**How to complete this task**
All lines from the opening of the entries below through the line containing "from scantling.planning.remedies import" must be output exactly as they appear, with no other lines.

-- Record excerpts follows --

"""From report record to JSON document: schema scantling-report/1. Nothing is computed here."""

from __future__ import annotations

import json
import math
from typing import TYPE_CHECKING, Any

import numpy as np

from scantling.core.estimate import Estimate
from scantling.diagnostics.battery import SeriesGroup
from scantling.diagnostics.error_findings import Finding
from scantling.diagnostics.moments import ORDERS
from scantling.diagnostics.tail_index import TailIndex, index_from_gamma
from scantling.planning.budget import Allowed
from scantling.planning.limit import Limit
from scantling.planning.remedies import Remedy
from scantling.planning.stress import StressRun

if TYPE_CHECKING:
    from scantling.report.record import Diagnosed, HasLaw, Receipt, Report

SCHEMA = "scantling-report/1"
DIGITS = 10
"""Significant digits kept; far below any simulation error, above rounding noise."""
ABOVE = "above 50"
UNBOUNDED = "no upper end"


def number(value: float | int | None) -> float | int | None:
    """A JSON number; None for what is unknown or infinite."""
    if value is None or isinstance(value, int):
        return value
    value = float(value)
    if not math.isfinite(value):
        return None
    rounded = float(f"{value:.{DIGITS}g}")
    return rounded if math.isfinite(rounded) else value


def noted(key: str, value: float | int | None, note: str) -> dict[str, Any]:
    """The key with its number, and beside a null the note that explains it."""
    shown = number(value)
    return {key: shown} if shown is not None else {key: None, f"{key}_note": note}


def estimate(value: Estimate) -> dict[str, Any]:
    """value, low, high."""
    return {k: number(getattr(value, k)) for k in ("value", "low", "high")}


def report_json(report: Report) -> str:
    """The document as text, two-space indent, keys in the order of the contract."""
    return json.dumps(document(report), indent=2, ensure_ascii=False, allow_nan=False) + "\n"


def document(report: Report) -> dict[str, Any]:
    """The document as plain dictionaries and lists."""
    return {
        "schema": SCHEMA,
        "title": report.design.title,
        "design": design_part(report),
        "diagnosis": diagnosis_part(report),
        "law": law_part(report),
        "budget": _budget(report),
        "stress": [] if report.stress is None else [_run(run) for run in report.stress.runs],
        "remedies": [_remedy(remedy, report.read.names) for remedy in report.remedies],
        "verdict": {
            "answer": report.verdict.answer,
            "cover": report.verdict.cover,
            "reasons": list(report.verdict.reasons),
        },
        "cautions": list(cautions(report)),
        "receipt": receipt_part(report.receipt),
    }


def cautions(report: Report) -> tuple[str, ...]:
    """What always has to be said, and what this sample adds."""
    from scantling.report.wording import ALWAYS

    spans: tuple[str, ...] = ()
    if report.read.rows_dropped and report.read.rows_lost:
        spans = ("Rows were dropped, so lags may span more than one step of time.",)
    if report.read.rows_lost and report.design.data.time is None:
        spans += ("There is no time column: lags follow the order of rows in the file.",)
    assured = f"No columns are assured: {report.budget.assured.note}."
    return (*report.diagnosis.warnings, *spans, assured, *ALWAYS)


def design_part(report: Diagnosed) -> dict[str, Any]:
    """The design as read."""
    design, read = report.design, report.read
    return {
        "rows": read.rows,
        "columns": len(read.names),
        "kind": design.kind,
        "response": design.data.response,
        "loss": design.penalty.loss,
        "rule": design.penalty.rule,
        "raw_columns": read.raw_columns,
        "rows_dropped": read.rows_dropped,
        "rows_lost": read.rows_lost,
        "skipped": list(read.skipped),
        "dropped": [{"column": name, "reason": reason} for name, reason in read.dropped],
        "time_ordered": read.time_ordered,
        "explained": number(read.explained),
        "pilot_columns": list(read.pilot_columns),
        "target": {
            key: number(getattr(design.target, key))
            for key in ("relevant", "smallest_effect", "risk", "power", "stability", "false_share")
        },
        "replicates": design.simulation.replicates,
    }


def tail_part(tail: TailIndex) -> dict[str, Any]:
    """One tail index."""
    return {
        **noted("index", tail.index, ABOVE),
        **noted("low", tail.low, ABOVE),
        **noted("high", tail.high, UNBOUNDED),
        "finite": tail.finite,
        "threshold_count": tail.threshold_count,
        "side": tail.side,
        "p_value": number(tail.p_value),
        **({"note": tail.note} if tail.note else {}),
    }


def unknown_tail(note: str) -> dict[str, Any]:
    """The keys of a tail index that could not be assessed, and why."""
    return {
        "index": None, "index_note": note, "low": None, "low_note": note, "high": None,
        "high_note": note, "finite": None, "finite_note": note, "threshold_count": None,
        "threshold_count_note": note, "side": "both",
    }  # fmt: skip


def diagnosis_part(report: Diagnosed) -> dict[str, Any]:
    """What the data say."""
    found = report.diagnosis
    names = report.read.names
    errors = tail_part(found.errors) if found.errors else unknown_tail(found.errors_note)
    structure = found.structure
    return {
        "errors": {
            "tail": errors,
            "moments": {str(m.order): m.answer for m in found.error_moments},
            "moment_reasons": {str(m.order): m.reason for m in found.error_moments},
            "sides": [tail_part(side) for side in found.sides],
        },
        "columns": _group(found.columns, names, found.weight),
        "scores": _group(found.scores, names, None),
        "variance": [finding_part(f) for f in found.variance],
        "dependence": [finding_part(f) for f in found.dependence],
        "structure": {
            "factors": structure.factors,
            **noted("condition", structure.condition, structure.condition_note or ""),
            "effective_rank": number(structure.effective_rank),
            "leading_share": number(structure.leading_share),
            "largest_correlation": number(structure.largest_correlation),
        },
        "signal": {
            "answer": found.signal.answer,
            "reason": found.signal.reason,
            "sparse_explained": number(found.signal.sparse_explained),
            "ridge_explained": number(found.signal.ridge_explained),
            "factor_explained": number(found.signal.factor_explained),
        },
        **(
            {"powers": None, "powers_note": "a tail index is unknown"}
            if found.powers is None
            else {
                "powers": {
                    "keeping_variance": found.powers.keeping_variance,
                    "keeping_fourth": found.powers.keeping_fourth,
                    "shared_volatility": found.powers.shared_volatility,
                }
            }
        ),
        "co_movement": {
            "median": number(float(np.median(found.co_movement))),
            "largest": number(float(found.co_movement.max())),
            "largest_column": names[int(found.co_movement.argmax())],
        },
    }


def finding_part(finding: Finding) -> dict[str, Any]:
    """One test."""
    result = finding.result
    return {
        "test": result.test,
        "statistic": number(result.statistic),
        "p_value": number(result.p_value),
        "valid": finding.valid,
        "method": result.method,
        "needs_moment": result.needs_moment,
        **({"lacks": finding.lacks} if finding.lacks else {}),
    }


def _group(group: SeriesGroup, names: tuple[str, ...], weight: tuple[str, ...] | None) -> dict:
    tails = group.tails
    refused = dict(tails.refused)
    middle = tails.median_column()

    def tail(j: int) -> dict[str, Any]:
        if j in refused:
            return unknown_tail(refused[j])
        low, high = tails.interval(j)
        return {
            **noted("index", index_from_gamma(float(tails.gamma[j])), ABOVE),
            **noted("low", low, ABOVE),
            **noted("high", high, UNBOUNDED),
            "finite": bool(tails.p_value[j] <= 0.05),
            "threshold_count": tails.threshold_count,
            "side": "both",
        }

    def moments(j: int) -> dict[str, str]:
        return {str(order): group.answer(order, j) for order in ORDERS}

    note = "no column has a tail index"
    return {
        "tail": unknown_tail(note) if middle is None else tail(middle),
        "moments": dict.fromkeys(map(str, ORDERS), "unclear")
        if middle is None
        else moments(middle),
        "median_column": None if middle is None else names[middle],
        **({"median_column_note": note} if middle is None else {}),
        "by_column": [
            {
                "column": name,
                "tail": tail(j),
                "moments": moments(j),
                **({"weight": weight[j]} if weight else {}),
            }
            for j, name in enumerate(names)
        ],
    }


def law_part(report: HasLaw) -> dict[str, Any]:
    """The error law and its fit."""
    law = report.law
    path = law.volatility
    volatility: dict[str, Any] = {"volatility": None, "volatility_note": "constant"}
    if path is not None:
        volatility = {
            "volatility": {
                "kind": "garch",
                "omega": number(path.omega),
                "alpha": number(path.alpha),
                "beta": number(path.beta),
                "persistence": number(path.persistence),
                **noted("tail_index", path.tail_index, "no finite index implied"),
            }
        }
    note = law.fit.note or "not tested"
    return {
        "family": law.family,
        "parameters": {k: number(v) for k, v in law.parameters.items()},
        **volatility,
        **noted("tail_index", law.tail_index, "no finite index"),
        "fit": {
            **noted("distance", law.fit.distance, note),
            **noted("p_value", law.fit.p_value, note),
            "candidates": [
                {"family": family, "bic": number(value)} for family, value in law.fit.candidates
            ],
            "note": law.fit.note,
        },
    }


def _beyond(limit: Limit | Allowed) -> str:
    """Why there is no upper end: the limit is unknown, or beyond the columns examined."""
    return limit.note if limit.columns is None else "not reached"


def _limit(limit: Limit) -> dict[str, Any]:
    out: dict[str, Any] = {"columns": limit.columns}
    if limit.note:
        out["columns_note"] = limit.note
    out |= noted("low", limit.low, limit.note)
    out |= noted("high", limit.high, _beyond(limit))
    return out | {"mode": limit.mode}


def _budget(report: Report) -> dict[str, Any]:
    budget = report.budget
    rate = budget.ceiling
    allowed = budget.allowed
    return {
        "noise": _limit(budget.noise),
        "signal": _limit(budget.signal),
        "stability": _limit(budget.stability),
        "geometry": _limit(budget.geometry),
        "assured": _limit(budget.assured),
        "ceiling": {
            **noted("columns", rate.columns, rate.regime),
            **({"columns_note": "at least"} if rate.capped else {}),
            **noted("low", rate.low, rate.regime),
            **noted("high", rate.high, UNBOUNDED),
            "mode": "rate",
            "regime": rate.regime,
        },
        "allowed": {
            "columns": allowed.columns,
            **({"columns_note": allowed.note} if allowed.note else {}),
            **noted("low", allowed.low, allowed.note),
            **noted("high", allowed.high, _beyond(allowed)),
        },
        **(
            {"binding": budget.binding}
            if budget.binding
            else {"binding": None, "binding_note": allowed.note}
        ),
        "risk_at_design": estimate(budget.risk_at_design),
        "curve": [
            {"p": c.p, "risk": number(c.risk), "low": number(c.low), "high": number(c.high)}
            for c in budget.curve
        ],
        **noted("penalty_ratio", budget.penalty_ratio, "no quantile of the largest score found"),
        **noted("equivalent_rows", budget.equivalent_rows, "the penalty ratio is unknown"),
        **noted("rows_needed", budget.rows_needed, budget.rows_note),
        "rows_needed_covers": "signal",
        **noted("detectable_effect", budget.detectable, budget.rows_note),
        **noted("detectable_effect_worst_tenth", budget.detectable_worst, budget.rows_note),
    }


def _run(run: StressRun) -> dict[str, Any]:
    return {
        "rows": run.rows,
        "columns": run.columns,
        "law": run.law,
        "mode": run.mode,
        "replicates": run.replicates,
        "stability": estimate(run.stability),
        "power": estimate(run.power),
        "false_share": estimate(run.false_share),
        "exact": number(run.exact),
        "mean_size": number(run.mean_size),
    }


def _remedy(remedy: Remedy, names: tuple[str, ...]) -> dict[str, Any]:
    allowed = remedy.allowed
    notes = [remedy.price]
    if not remedy.refitted:
        notes.append("noise and signal only; selection not simulated")
    return {
        "remedy": remedy.name,
        "columns": remedy.columns,
        "allowed_columns": allowed.columns,
        **({"allowed_columns_note": allowed.note} if allowed.note else {}),
        **noted("low", allowed.low, allowed.note),
        **noted("high", allowed.high, _beyond(allowed)),
        "risk_at_design": estimate(remedy.risk_at_design),
        "answer": remedy.answer,
        **({"dropped": [names[j] for j in remedy.dropped]} if remedy.dropped else {}),
        "note": "; ".join(notes),
    }


def receipt_part(receipt: Receipt) -> dict[str, Any]:
    """The receipt's keys."""
    return {
        "version": receipt.version,
        "seed": receipt.seed,
        "inputs": dict(receipt.inputs),
        "libraries": dict(receipt.libraries),
        "command": receipt.command,
        "wall_clock": {"seconds": receipt.seconds, "finished": receipt.finished},
    }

-- Record excerpts concluded --

**Exercise answer**
"""From report record to JSON document: schema scantling-report/1. Nothing is computed here."""

from __future__ import annotations

import json
import math
from typing import TYPE_CHECKING, Any

import numpy as np

from scantling.core.estimate import Estimate
from scantling.diagnostics.battery import SeriesGroup
from scantling.diagnostics.error_findings import Finding
from scantling.diagnostics.moments import ORDERS
from scantling.diagnostics.tail_index import TailIndex, index_from_gamma
from scantling.planning.budget import Allowed
from scantling.planning.limit import Limit
from scantling.planning.remedies import Remedy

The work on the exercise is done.